# Pasadena area partner(s) wanted



## noman (Sep 4, 2006)

Hello All,
I know there are some groups around here, but my schedule or riding style never seem to match up...
Looking for someone to ride with on *Thursday* evenings/nights and *Saturdays* and/or *Sundays*, preferably early morning. The other days I'm either commuting or riding the rollers inside. Will meet at Rose Bowl, Santa Fe Dam, Hwy 39, Hwy 2, whatever works....
A brief resume:
-Ridden a few centuries, gearing up for the Death Valley Double Century end of this month.
-Looking to do weekend long rides anywhere from 60-120 miles (should be up to 150+ in a few weeks), Thursdays and non-long ride days 20-50 miles.
-Not the fastest in the pack, but have the legs for decent distance (last century was 6.5 hours including lunch & a few stops; could definently go faster with a partner)
-Looking to beat the doldrums of the long solo ride...
-I'm NOT a political extremist, religious wacko, or wierdo looking for love!

Cheers .


----------



## roadfix (Jun 20, 2006)

Then you must be familiar with the Montrose ride every Sat morning. If you don't care for the fast main group, there's another smaller, slower group (winter group) which takes off from Trader Joe's in South Pasadena just before 8am. These rides are all short, up to 50 miles.


----------



## Ride_glendale (Sep 4, 2002)

Outside of the Montrose 'Fast" and the new (for this time of year) "tempo" rides on Saturday, there is the "Park Ride aka Mexican mafia ride" out of Griffith Park on Sunday. There are two groups that leave from the LA Zoo parking lot around 8:30am. Route goes thru Victory blvd, Glenoaks, up La Tuna Cyn, and into Montrose... down Verdugo road and back to Griffith Park.


----------



## gremelm (Apr 7, 2005)

Ride_glendale said:


> Outside of the Montrose 'Fast" and the new (for this time of year) "tempo" rides on Saturday, there is the "Park Ride aka Mexican mafia ride" out of Griffith Park on Sunday. There are two groups that leave from the LA Zoo parking lot around 8:30am. Route goes thru Victory blvd, Glenoaks, up La Tuna Cyn, and into Montrose... down Verdugo road and back to Griffith Park.

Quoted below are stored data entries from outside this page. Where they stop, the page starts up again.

def _trusted(value: FloatArray, weight: FloatArray, fit: EdgeFit, other: tuple[bool, bool]) -> FloatArray:
    """Weights with samples far off the model lowered, and another material's left out beyond the reach of its edge."""
    at = np.arange(len(value))
    reach = 5.0 * float(fit.shared[0]) + 2.0
    weight = weight.copy()
    if other[0]:
        weight[at < fit.position[0] - reach] = 0.0
    if other[1]:
        weight[at > fit.position[-1] + reach] = 0.0
    used = weight > 0
    off = np.abs(value - model_profile(at.astype(np.float64), fit.position, fit.level, fit.shared, fit.active))
    typical = 1.4826 * float(np.median(off[used])) if used.any() else 0.0
    with np.errstate(divide="ignore", invalid="ignore"):
        return np.where(used & (off > 4 * typical), weight * (4 * typical / off), weight)


def _revise(
    value: FloatArray, weight: FloatArray, fit: EdgeFit, bright_first: bool, other: tuple[bool, bool]
) -> FloatArray | None:
    """Positions with a pair of boundaries taken out or put in, or None where the layers stand."""
    position, blur = fit.position, float(fit.shared[0])
    segments = len(position) + 1
    nominal = np.where(np.arange(segments) % 2 == 0, float(bright_first), float(not bright_first))
    depth = np.arange(len(value), dtype=np.float64)
    off = np.where(weight > 0, value - model_profile(depth, position, fit.level, fit.shared, fit.active), 0.0)
    half = max(round(blur), 1)
    inside = (weight > 0) & (depth > position[0]) & (depth < position[-1])
    noise = 1.4826 * float(np.median(np.abs(off[inside]))) if inside.any() else 0.0
    if segments > 4:
        width = np.diff(position)
        level = fit.level
        own = np.minimum(
            np.abs(level[1:-1] - level[:-2]), np.abs(level[1:-1] - level[2:])
        )  # smaller step of each layer
        filled = _fill(width / blur)
        doubt = own * filled < np.maximum(0.12, 3.5 * noise / np.sqrt(np.maximum(width, 1.0)))
        if doubt.any():
            worst = int(np.argmin(np.where(doubt, own * filled, np.inf)))
            return np.delete(position, [worst, worst + 1])
    smooth = np.convolve(off, np.full(2 * half + 1, 1 / (2 * half + 1)), mode="same")
    index = np.searchsorted(position, depth)
    sign = np.where(nominal[index] > 0.5, -1.0, 1.0)
    gap = np.minimum(
        np.abs(depth - position[np.clip(index, 0, len(position) - 1)]),
        np.abs(depth - position[np.clip(index - 1, 0, None)]),
    )
    allowed = (weight > 0) & (gap > 1.2 * blur) & (index > 0) & (index < len(position))
    score = np.where(allowed, smooth * sign, 0.0)
    at = int(np.argmax(score))
    if score[at] > max(0.2, 6 * noise / math.sqrt(2 * half + 1)):
        reach = max(1.0 * blur, 0.8)
        return np.sort(np.concatenate([position, [at - reach, at + reach]]))
    return None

Being a regular member of the fast group, I have to correct you about your reference...it's true, the group is mainly latino but definitely not just Mexican. We have asians, europeans, and caucasians...we're multi ethnic, so don't characterize us as this so called mafia. Sure I know it was all in jest, but labels do often stick.

The fast group leaves at about 8:30...and the 2nd (Team Hollywood) about 8:45.
Oh yeah, the ride to us is mainly known as the La Tuna Ride since that's the main challenge in this ride.

It's a good recovery ride to do after a tiring week of hard riding.


----------



## Ride_glendale (Sep 4, 2002)

I understand and actually im one of the brown guys (filipino) rider that normally do that ride. As for calling it the mafia, its a term ive heard for that ride for the past 10+ years... so i apologize for stating it but realize that I did not make it up....

Ride on...

PAA / Merryll Lynch Cycing
http://paacycling.org


----------



## redrider (Jun 21, 2004)

*Amigo Ride*

I, too, have been a regular on this ride for 10+ years now. And aside from the "mafia ride" (which was coined by a latino who shall remain unnamed), I've also heard "Amigo Ride" being thrown around as well.
And yes, I will keep Riding on!



Ride_glendale said:


> I understand and actually im one of the brown guys (filipino) rider that normally do that ride. As for calling it the mafia, its a term ive heard for that ride for the past 10+ years... so i apologize for stating it but realize that I did not make it up....
> 
> Ride on...
> 
> ...


----------



## rocco (Apr 30, 2005)

gremelm said:


> Being a regular member of the fast group, I have to correct you about your reference...it's true, the group is mainly latino but definitely not just Mexican. We have asians, europeans, and caucasians...we're multi ethnic, so don't characterize us as this so called mafia. Sure I know it was all in jest, but labels do often stick.
> 
> The fast group leaves at about 8:30...and the 2nd (Team Hollywood) about 8:45.
> Oh yeah, the ride to us is mainly known as the La Tuna Ride since that's the main challenge in this ride.
> ...



Riders from around here have been calling it that for a very long time so I think it's pretty much stuck at this point. Go luck with un-sticking it.


----------